**Work task**
For the records that follow, please set down exactly the lines between the one holding "absorbance → transmittance);" and the one holding "const n = x.length;", inclusive, and only those.

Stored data
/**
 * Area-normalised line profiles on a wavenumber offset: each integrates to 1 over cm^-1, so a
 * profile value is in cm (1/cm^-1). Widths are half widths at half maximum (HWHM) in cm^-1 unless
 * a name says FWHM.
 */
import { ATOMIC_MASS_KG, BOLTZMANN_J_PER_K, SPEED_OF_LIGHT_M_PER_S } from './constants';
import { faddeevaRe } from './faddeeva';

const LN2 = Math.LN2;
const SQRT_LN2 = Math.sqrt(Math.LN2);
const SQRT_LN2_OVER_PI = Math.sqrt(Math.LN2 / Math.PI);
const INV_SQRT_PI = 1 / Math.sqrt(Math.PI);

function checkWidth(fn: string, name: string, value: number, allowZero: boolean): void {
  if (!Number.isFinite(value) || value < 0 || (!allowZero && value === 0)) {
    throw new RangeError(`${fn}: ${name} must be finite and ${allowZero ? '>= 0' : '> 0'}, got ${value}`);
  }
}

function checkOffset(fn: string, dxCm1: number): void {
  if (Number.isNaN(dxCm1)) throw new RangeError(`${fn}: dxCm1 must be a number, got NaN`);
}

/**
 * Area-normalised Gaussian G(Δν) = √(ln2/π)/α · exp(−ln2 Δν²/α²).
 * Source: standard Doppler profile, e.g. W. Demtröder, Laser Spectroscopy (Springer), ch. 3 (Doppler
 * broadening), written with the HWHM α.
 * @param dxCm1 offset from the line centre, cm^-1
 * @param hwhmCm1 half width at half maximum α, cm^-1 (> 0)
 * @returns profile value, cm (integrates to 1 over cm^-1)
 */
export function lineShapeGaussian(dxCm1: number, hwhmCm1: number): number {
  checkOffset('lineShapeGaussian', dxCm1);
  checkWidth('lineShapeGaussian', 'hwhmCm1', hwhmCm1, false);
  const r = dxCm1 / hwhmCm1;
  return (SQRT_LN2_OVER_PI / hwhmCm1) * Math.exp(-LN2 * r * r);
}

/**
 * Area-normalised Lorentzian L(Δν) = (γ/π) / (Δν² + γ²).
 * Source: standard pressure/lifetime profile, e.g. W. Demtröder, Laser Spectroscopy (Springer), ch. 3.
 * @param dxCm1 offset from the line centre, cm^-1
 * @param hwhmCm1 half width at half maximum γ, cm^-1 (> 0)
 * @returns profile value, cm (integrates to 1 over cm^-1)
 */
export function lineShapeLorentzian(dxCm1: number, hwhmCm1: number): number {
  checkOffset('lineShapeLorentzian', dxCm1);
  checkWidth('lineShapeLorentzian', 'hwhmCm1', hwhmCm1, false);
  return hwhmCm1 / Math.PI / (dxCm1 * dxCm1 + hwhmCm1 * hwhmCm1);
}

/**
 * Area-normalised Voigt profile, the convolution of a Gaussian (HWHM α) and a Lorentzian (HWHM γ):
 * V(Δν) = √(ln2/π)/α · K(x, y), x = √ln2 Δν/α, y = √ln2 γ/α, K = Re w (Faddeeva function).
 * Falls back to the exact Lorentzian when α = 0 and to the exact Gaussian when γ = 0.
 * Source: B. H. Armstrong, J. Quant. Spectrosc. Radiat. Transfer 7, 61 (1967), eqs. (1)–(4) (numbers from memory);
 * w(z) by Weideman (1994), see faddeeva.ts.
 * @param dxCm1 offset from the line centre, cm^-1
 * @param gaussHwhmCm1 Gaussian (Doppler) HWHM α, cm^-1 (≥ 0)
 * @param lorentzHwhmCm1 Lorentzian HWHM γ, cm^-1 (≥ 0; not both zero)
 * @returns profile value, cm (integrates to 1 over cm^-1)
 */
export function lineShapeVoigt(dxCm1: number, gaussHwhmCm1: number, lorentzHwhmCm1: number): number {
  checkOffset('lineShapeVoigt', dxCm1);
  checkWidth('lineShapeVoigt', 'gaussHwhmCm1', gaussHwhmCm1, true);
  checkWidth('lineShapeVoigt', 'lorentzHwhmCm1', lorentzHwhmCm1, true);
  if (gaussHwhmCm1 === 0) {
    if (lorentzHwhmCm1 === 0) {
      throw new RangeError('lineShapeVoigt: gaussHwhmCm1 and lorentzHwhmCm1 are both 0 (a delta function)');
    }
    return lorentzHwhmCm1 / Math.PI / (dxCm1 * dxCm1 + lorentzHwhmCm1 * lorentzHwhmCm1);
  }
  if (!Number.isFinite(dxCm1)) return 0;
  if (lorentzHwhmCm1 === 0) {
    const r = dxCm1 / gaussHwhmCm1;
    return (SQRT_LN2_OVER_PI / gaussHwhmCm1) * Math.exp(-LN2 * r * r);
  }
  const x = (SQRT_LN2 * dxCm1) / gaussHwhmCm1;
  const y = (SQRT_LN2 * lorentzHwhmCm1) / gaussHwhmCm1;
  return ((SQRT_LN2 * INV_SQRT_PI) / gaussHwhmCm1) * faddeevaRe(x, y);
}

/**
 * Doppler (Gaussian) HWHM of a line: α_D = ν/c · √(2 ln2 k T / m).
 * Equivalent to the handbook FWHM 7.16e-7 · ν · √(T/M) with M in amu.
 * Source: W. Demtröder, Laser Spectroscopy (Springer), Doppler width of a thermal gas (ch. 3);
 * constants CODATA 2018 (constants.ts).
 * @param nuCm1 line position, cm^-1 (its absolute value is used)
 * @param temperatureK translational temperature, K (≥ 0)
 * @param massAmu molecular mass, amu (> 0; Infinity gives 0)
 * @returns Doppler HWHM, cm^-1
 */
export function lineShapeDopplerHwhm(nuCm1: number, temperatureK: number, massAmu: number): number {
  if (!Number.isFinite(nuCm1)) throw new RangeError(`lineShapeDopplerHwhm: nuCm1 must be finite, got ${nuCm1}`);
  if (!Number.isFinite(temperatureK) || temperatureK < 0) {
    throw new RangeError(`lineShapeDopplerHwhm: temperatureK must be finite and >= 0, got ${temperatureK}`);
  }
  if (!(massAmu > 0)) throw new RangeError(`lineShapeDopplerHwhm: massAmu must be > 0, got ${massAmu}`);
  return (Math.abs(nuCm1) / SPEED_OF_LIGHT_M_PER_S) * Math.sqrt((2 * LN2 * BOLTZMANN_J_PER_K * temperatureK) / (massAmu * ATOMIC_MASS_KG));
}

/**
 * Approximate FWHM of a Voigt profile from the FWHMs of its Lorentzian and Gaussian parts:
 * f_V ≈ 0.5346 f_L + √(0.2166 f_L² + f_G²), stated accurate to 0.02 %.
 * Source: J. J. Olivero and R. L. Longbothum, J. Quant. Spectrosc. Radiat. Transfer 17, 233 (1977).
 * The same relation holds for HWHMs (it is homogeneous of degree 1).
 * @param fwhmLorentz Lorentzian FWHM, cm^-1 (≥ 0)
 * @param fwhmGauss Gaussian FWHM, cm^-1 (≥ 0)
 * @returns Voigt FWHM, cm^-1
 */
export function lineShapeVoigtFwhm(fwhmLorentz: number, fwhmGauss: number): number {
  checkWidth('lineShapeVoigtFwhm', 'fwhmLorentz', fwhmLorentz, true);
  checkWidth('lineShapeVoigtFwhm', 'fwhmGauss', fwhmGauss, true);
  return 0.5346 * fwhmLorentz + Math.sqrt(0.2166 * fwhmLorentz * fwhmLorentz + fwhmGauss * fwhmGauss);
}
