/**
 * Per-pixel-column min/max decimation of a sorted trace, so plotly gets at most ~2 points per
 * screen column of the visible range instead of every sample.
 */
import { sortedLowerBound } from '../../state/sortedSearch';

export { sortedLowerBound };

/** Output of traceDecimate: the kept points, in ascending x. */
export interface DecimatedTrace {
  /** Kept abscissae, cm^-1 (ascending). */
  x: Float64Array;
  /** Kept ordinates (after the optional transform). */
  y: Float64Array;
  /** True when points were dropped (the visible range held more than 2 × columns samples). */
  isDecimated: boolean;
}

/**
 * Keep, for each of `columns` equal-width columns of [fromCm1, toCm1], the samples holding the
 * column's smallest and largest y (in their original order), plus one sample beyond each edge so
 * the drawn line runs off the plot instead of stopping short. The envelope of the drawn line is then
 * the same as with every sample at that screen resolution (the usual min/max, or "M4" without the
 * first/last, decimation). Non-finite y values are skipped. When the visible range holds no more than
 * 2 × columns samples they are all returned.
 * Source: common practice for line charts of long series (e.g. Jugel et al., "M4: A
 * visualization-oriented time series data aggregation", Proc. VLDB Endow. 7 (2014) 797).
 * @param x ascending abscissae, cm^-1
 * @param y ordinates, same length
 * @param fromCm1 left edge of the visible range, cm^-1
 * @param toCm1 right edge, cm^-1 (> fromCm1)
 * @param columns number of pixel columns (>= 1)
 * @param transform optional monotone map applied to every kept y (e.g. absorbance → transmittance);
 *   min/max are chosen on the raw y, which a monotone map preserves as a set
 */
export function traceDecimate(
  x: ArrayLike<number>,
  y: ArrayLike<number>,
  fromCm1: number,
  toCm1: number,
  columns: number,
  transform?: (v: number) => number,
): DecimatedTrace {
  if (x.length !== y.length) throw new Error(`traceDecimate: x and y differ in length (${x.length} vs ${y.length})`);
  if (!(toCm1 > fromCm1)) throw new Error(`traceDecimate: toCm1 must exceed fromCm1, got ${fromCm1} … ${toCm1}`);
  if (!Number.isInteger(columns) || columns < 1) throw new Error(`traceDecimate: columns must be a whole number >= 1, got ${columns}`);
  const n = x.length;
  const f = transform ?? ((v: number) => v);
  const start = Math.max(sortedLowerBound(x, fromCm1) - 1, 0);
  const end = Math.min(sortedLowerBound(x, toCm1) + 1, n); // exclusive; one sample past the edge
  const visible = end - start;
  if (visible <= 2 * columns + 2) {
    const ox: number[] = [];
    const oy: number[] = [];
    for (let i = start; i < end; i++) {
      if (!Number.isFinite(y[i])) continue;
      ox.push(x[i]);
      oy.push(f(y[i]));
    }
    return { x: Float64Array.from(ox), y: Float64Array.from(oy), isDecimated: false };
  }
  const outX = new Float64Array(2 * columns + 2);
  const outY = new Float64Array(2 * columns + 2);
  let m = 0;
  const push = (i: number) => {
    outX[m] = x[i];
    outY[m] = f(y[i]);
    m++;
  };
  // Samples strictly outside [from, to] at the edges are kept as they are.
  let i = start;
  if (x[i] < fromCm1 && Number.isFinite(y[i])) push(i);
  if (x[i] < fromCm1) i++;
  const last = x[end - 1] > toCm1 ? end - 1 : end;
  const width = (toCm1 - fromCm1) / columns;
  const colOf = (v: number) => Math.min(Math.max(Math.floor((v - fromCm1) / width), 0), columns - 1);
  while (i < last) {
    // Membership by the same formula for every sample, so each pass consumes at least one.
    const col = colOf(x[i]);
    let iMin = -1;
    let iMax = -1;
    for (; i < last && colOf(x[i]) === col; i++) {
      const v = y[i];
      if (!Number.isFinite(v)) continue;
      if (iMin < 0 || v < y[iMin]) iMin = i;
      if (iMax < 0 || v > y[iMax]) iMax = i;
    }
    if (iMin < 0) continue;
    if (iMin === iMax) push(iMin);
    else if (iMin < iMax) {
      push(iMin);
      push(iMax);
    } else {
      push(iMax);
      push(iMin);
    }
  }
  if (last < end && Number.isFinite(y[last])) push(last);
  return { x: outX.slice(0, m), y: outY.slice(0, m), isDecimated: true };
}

**Answer section**
 * @param transform optional monotone map applied to every kept y (e.g. absorbance → transmittance);
 *   min/max are chosen on the raw y, which a monotone map preserves as a set
 */
export function traceDecimate(
  x: ArrayLike<number>,
  y: ArrayLike<number>,
  fromCm1: number,
  toCm1: number,
  columns: number,
  transform?: (v: number) => number,
): DecimatedTrace {
  if (x.length !== y.length) throw new Error(`traceDecimate: x and y differ in length (${x.length} vs ${y.length})`);
  if (!(toCm1 > fromCm1)) throw new Error(`traceDecimate: toCm1 must exceed fromCm1, got ${fromCm1} … ${toCm1}`);
  if (!Number.isInteger(columns) || columns < 1) throw new Error(`traceDecimate: columns must be a whole number >= 1, got ${columns}`);
  const n = x.length;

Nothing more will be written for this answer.